WHAT NEEDS TO BE DONE >> Copy exactly the lines from the first line of the records below through the line containing "pub(super) struct SystemOutcome", including both, and nothing else.

--- DATA TO PROCESS ---

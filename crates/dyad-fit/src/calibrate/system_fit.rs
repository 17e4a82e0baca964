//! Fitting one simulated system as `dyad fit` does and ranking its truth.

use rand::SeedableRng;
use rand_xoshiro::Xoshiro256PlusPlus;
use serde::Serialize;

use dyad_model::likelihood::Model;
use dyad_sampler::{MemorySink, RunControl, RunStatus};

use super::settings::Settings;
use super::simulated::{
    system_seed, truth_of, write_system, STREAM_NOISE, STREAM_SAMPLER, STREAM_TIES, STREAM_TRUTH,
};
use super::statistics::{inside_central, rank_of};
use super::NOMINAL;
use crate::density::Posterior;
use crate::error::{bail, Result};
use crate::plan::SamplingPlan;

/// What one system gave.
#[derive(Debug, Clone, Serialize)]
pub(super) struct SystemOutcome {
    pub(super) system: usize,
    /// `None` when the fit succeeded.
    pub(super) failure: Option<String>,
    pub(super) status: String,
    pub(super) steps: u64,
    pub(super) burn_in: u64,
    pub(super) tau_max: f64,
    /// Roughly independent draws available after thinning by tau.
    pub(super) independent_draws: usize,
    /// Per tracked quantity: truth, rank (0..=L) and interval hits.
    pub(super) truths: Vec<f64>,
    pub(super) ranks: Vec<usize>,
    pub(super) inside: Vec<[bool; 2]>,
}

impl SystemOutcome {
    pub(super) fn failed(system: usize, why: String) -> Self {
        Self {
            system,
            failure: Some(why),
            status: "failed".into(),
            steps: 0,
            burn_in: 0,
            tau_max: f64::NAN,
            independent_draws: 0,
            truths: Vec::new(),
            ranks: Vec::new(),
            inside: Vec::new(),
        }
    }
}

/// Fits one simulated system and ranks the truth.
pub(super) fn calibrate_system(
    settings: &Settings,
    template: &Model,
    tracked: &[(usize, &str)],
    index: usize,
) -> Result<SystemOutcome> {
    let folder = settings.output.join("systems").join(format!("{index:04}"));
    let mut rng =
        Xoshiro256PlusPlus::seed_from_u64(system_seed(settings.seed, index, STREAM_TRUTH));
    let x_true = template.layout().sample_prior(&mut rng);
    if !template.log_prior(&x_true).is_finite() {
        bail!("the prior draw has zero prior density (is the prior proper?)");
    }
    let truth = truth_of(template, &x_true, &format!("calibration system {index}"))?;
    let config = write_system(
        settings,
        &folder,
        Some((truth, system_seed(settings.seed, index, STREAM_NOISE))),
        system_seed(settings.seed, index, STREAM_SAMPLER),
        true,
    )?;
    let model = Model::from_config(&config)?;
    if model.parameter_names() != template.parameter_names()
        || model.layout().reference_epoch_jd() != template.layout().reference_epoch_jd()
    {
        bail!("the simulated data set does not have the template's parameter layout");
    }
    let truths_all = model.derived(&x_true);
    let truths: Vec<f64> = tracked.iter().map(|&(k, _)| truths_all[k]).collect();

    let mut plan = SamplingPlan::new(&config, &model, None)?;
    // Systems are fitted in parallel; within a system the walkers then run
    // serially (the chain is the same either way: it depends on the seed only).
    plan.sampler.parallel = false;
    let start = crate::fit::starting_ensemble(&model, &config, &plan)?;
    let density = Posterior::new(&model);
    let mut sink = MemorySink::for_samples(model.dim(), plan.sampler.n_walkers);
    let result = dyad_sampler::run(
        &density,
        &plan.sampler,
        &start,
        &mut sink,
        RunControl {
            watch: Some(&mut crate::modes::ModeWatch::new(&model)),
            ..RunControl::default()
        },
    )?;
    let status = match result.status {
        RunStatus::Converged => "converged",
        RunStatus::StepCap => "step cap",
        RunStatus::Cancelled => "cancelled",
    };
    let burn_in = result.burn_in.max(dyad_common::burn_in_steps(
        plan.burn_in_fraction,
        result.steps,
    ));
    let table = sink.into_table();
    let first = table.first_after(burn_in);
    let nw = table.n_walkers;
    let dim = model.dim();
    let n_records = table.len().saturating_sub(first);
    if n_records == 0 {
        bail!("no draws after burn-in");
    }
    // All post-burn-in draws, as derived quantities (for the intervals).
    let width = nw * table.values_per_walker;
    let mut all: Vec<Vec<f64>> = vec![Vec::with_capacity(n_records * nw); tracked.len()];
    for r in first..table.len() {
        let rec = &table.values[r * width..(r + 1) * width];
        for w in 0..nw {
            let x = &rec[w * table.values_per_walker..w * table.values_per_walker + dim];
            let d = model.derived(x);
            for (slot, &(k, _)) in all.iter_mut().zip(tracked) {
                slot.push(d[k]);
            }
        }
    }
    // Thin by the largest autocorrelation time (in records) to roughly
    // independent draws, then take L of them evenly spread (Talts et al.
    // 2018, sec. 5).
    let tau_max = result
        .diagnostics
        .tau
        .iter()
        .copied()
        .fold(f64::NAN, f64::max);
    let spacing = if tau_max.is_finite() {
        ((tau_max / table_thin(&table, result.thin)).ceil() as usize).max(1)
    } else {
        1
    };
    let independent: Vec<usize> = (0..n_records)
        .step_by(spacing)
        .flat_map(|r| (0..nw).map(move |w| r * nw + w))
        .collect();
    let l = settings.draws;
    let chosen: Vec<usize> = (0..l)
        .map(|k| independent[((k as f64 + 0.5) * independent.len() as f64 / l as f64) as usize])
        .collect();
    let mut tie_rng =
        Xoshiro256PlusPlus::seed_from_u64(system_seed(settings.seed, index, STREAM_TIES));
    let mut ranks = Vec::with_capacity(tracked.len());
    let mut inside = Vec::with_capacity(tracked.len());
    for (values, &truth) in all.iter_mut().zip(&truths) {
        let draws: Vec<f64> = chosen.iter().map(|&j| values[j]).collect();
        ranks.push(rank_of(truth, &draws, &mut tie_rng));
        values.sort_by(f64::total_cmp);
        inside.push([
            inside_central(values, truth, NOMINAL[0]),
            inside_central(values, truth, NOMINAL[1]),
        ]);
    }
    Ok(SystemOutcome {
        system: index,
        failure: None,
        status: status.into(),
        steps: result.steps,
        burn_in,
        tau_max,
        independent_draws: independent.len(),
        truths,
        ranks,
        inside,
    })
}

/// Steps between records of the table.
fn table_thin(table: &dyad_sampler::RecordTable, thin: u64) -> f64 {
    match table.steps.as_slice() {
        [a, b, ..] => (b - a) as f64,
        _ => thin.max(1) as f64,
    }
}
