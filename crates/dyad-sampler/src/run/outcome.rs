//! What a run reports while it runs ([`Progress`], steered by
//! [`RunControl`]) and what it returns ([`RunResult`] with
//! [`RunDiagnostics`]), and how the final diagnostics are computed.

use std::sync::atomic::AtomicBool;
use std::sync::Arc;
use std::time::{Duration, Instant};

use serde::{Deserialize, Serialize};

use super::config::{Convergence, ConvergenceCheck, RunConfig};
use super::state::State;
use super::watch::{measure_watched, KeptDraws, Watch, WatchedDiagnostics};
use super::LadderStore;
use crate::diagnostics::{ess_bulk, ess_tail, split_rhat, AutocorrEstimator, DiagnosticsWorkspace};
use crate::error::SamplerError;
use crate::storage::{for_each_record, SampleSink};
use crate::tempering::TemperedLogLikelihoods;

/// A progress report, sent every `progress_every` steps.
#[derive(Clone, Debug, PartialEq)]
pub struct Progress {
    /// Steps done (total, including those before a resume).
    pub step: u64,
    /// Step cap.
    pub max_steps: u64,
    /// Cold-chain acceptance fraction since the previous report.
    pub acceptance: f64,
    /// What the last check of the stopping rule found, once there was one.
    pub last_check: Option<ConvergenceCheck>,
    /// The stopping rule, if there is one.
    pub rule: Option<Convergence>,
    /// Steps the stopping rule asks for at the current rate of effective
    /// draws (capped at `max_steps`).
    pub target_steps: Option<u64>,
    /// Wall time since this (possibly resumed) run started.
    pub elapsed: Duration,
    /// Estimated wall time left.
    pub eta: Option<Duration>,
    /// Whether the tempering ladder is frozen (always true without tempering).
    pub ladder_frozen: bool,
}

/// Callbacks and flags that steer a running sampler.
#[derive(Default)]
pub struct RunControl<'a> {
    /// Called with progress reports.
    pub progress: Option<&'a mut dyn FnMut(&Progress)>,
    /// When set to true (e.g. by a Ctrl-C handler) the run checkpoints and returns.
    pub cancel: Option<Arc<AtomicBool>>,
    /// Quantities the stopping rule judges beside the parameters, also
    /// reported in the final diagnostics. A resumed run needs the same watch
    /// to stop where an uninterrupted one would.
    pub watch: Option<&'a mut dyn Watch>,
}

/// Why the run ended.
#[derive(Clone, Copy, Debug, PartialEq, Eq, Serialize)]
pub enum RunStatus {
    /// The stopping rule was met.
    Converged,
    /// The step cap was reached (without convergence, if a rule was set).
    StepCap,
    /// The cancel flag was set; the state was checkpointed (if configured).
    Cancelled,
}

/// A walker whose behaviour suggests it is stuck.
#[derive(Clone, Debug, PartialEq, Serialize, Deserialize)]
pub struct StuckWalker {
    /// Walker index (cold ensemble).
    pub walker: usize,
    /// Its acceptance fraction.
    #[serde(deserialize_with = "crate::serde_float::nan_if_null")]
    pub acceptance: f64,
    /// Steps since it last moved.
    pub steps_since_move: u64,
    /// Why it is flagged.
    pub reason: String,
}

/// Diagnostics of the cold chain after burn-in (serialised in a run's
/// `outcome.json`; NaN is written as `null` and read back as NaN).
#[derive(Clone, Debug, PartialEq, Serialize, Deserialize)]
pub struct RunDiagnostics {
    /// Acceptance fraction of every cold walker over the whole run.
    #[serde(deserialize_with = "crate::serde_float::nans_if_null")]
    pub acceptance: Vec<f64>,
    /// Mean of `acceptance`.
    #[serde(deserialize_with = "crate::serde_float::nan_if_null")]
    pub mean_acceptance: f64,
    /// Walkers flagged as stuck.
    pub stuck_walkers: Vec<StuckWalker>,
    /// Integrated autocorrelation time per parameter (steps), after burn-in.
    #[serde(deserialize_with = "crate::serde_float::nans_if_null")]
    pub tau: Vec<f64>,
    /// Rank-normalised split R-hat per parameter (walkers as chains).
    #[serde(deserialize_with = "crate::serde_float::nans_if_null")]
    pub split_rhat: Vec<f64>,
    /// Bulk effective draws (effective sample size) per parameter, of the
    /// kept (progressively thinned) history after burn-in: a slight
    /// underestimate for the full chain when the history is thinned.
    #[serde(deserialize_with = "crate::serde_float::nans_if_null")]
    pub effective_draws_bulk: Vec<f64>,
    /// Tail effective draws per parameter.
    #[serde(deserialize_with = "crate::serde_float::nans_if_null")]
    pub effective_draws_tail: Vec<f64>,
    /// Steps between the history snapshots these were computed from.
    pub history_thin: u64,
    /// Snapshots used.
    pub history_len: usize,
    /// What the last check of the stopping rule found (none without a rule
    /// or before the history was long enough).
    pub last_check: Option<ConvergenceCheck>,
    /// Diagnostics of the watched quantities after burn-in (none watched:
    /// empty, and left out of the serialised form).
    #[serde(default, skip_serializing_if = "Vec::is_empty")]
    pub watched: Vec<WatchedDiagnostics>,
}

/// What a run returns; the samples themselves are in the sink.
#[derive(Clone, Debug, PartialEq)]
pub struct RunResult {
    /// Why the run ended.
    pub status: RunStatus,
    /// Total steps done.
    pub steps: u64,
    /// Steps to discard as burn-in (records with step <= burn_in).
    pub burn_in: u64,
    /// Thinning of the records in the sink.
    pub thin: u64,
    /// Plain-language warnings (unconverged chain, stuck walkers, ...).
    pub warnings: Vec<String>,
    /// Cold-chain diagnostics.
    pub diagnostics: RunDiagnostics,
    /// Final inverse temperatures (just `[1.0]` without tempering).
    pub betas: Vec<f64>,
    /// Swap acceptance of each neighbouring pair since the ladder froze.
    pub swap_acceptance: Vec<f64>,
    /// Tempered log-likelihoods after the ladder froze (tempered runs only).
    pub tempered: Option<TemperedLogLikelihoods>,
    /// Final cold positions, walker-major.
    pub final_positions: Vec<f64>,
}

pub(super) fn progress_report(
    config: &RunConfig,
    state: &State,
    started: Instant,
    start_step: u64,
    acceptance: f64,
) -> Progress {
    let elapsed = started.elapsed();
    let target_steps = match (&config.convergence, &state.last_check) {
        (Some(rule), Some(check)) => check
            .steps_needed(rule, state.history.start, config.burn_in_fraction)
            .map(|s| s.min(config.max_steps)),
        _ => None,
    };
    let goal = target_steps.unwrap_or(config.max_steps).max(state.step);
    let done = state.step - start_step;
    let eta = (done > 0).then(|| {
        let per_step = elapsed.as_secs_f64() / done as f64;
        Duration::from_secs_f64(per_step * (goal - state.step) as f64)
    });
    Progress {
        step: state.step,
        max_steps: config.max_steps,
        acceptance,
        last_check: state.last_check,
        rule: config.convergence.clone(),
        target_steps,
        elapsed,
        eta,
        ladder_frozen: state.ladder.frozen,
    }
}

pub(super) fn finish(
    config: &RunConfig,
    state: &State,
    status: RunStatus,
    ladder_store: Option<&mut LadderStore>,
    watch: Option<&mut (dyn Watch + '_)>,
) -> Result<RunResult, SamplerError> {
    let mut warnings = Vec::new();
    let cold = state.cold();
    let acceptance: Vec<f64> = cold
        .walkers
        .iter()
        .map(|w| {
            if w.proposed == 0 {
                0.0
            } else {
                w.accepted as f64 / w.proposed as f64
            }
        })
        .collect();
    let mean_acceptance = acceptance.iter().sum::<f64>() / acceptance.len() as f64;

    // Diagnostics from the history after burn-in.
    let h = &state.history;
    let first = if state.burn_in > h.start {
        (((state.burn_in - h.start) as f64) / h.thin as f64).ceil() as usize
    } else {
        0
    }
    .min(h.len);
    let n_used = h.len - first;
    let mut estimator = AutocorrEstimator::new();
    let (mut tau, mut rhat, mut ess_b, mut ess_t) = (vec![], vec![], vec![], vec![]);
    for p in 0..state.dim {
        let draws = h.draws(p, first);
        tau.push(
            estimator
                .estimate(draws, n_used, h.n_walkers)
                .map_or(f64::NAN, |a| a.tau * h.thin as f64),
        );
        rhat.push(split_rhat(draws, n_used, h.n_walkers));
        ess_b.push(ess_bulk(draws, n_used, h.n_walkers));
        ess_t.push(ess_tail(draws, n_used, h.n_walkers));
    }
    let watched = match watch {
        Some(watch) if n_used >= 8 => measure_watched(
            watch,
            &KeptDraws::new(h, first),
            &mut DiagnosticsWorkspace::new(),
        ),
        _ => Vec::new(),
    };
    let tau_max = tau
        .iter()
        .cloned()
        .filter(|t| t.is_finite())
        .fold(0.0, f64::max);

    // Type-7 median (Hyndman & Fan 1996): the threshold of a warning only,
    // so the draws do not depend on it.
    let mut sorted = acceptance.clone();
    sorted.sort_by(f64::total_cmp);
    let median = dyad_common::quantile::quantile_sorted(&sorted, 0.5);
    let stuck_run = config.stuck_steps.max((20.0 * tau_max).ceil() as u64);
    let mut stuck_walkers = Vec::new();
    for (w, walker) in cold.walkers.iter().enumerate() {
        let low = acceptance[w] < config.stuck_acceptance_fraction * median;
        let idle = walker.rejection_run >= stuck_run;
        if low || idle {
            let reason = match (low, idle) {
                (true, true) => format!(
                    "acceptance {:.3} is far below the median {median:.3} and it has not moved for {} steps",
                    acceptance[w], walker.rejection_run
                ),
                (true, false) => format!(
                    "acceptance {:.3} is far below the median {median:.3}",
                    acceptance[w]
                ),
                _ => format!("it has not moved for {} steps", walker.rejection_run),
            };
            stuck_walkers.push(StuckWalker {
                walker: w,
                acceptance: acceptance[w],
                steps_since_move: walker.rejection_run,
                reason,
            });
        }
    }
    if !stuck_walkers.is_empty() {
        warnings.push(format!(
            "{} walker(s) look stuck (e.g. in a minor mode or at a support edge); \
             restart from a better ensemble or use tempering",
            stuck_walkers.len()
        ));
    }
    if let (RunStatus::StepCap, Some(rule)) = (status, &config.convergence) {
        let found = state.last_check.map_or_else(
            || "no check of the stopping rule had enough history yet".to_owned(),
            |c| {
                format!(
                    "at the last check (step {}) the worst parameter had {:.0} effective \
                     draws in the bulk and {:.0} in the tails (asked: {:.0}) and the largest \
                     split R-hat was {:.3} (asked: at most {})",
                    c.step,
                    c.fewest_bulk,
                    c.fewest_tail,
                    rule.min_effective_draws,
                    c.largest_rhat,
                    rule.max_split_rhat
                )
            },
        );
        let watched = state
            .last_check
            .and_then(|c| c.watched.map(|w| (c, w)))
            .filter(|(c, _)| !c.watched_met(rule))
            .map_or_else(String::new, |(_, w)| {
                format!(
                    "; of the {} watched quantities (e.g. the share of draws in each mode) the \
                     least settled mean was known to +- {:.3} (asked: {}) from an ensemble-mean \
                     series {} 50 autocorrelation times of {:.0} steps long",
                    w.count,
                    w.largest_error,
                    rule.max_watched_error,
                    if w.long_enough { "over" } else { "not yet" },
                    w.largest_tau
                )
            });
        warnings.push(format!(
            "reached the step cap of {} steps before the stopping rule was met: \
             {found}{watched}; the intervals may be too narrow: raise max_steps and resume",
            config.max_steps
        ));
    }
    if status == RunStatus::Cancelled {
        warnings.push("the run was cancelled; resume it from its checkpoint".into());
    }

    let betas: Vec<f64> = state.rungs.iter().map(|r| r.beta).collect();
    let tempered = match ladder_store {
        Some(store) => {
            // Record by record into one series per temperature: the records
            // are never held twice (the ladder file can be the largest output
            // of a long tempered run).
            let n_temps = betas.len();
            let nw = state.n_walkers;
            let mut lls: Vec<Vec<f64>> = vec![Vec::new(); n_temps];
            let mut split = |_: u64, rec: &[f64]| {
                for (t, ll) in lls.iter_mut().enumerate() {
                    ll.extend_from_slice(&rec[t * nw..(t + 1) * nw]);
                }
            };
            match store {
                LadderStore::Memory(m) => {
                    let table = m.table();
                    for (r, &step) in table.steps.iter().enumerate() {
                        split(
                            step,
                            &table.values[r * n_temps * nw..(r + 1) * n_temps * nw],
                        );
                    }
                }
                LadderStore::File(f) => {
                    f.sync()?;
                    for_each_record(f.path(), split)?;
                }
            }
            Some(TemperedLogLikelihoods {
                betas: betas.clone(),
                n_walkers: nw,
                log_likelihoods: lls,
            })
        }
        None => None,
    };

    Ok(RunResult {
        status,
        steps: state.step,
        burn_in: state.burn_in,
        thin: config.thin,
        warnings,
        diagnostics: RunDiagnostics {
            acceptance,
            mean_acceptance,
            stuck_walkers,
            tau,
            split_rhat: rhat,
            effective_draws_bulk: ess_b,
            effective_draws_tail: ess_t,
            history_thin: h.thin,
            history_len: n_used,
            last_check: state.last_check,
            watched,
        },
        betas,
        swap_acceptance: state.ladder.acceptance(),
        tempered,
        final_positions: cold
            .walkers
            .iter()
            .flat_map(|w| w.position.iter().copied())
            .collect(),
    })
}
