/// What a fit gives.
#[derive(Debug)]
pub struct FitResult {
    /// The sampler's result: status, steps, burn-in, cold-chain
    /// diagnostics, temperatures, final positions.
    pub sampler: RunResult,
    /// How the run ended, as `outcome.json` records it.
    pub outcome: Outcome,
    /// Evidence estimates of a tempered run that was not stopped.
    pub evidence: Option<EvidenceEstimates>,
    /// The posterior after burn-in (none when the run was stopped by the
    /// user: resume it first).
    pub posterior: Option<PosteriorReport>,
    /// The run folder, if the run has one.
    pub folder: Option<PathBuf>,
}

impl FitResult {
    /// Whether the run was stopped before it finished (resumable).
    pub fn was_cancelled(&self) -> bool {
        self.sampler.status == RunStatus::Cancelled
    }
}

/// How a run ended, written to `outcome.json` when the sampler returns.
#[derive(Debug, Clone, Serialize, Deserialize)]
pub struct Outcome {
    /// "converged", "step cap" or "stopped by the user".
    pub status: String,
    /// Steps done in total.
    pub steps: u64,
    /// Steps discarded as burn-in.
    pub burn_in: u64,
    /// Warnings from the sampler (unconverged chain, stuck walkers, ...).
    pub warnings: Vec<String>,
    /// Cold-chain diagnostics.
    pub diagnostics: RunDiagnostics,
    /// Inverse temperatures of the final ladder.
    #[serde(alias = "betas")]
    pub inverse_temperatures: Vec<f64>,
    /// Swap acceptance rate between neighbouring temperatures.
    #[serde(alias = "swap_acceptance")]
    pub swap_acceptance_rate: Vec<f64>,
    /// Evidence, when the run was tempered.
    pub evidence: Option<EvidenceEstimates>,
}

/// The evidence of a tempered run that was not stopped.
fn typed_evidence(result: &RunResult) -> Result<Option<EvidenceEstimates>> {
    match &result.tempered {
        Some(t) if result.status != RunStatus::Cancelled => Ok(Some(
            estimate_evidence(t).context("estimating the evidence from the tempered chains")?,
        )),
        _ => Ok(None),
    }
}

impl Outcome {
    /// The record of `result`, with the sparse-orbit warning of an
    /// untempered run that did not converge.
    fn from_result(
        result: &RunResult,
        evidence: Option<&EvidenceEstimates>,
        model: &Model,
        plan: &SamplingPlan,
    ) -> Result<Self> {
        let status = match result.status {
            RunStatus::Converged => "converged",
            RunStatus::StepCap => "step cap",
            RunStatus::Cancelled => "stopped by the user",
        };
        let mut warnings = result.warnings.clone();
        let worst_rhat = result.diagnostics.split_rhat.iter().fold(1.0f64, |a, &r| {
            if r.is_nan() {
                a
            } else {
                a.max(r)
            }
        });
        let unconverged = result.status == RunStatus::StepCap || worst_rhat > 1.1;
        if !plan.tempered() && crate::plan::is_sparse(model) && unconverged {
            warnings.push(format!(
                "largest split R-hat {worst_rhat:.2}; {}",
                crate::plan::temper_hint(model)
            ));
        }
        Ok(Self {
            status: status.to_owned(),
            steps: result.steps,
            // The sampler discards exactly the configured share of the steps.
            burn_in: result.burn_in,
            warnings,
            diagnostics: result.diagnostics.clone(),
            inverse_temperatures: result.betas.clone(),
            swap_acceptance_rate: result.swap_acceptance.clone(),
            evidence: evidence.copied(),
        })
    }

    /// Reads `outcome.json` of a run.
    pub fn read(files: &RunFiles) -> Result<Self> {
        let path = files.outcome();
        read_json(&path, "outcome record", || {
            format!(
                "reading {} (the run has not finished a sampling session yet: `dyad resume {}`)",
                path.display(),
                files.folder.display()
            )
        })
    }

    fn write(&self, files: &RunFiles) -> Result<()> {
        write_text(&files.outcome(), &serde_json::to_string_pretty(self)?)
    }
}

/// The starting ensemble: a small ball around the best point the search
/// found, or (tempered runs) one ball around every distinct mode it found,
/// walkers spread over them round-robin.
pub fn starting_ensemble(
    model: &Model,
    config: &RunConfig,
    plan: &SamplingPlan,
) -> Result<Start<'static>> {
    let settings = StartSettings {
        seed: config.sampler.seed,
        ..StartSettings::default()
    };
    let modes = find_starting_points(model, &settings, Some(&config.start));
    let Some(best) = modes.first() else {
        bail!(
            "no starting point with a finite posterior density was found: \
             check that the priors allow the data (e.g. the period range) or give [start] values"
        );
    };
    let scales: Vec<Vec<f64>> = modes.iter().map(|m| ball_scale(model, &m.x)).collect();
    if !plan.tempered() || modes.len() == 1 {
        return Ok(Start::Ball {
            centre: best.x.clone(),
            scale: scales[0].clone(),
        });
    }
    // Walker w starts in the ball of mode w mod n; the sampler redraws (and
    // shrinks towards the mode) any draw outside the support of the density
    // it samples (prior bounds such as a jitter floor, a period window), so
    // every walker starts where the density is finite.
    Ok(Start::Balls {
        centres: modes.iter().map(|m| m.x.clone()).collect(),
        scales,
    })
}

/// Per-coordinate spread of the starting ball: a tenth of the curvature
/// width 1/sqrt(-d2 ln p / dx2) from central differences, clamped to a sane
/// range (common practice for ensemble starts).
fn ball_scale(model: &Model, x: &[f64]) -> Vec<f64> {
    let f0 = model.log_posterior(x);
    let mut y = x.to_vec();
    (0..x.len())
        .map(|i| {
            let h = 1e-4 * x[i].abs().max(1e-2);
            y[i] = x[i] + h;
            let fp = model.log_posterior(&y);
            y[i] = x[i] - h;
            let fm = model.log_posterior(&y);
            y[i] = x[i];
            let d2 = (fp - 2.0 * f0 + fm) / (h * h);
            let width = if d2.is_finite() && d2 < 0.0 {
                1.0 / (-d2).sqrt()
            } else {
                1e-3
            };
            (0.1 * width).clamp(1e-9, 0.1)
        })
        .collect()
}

---

SOLUTION TO THE PROBLEM >>
filename crates/dyad-fit/src/calibrate/system_fit.rs
repository 17e4a82e0baca964
//! Fitting one simulated system as `dyad fit` does and ranking its truth.

use rand::SeedableRng;
use rand_xoshiro::Xoshiro256PlusPlus;
use serde::Serialize;

use dyad_model::likelihood::Model;
use dyad_sampler::{MemorySink, RunControl, RunStatus};

use super::settings::Settings;
use super::simulated::{
    system_seed, truth_of, write_system, STREAM_NOISE, STREAM_SAMPLER, STREAM_TIES, STREAM_TRUTH,
};
use super::statistics::{inside_central, rank_of};
use super::NOMINAL;
use crate::density::Posterior;
use crate::error::{bail, Result};
use crate::plan::SamplingPlan;

/// What one system gave.
#[derive(Debug, Clone, Serialize)]
pub(super) struct SystemOutcome {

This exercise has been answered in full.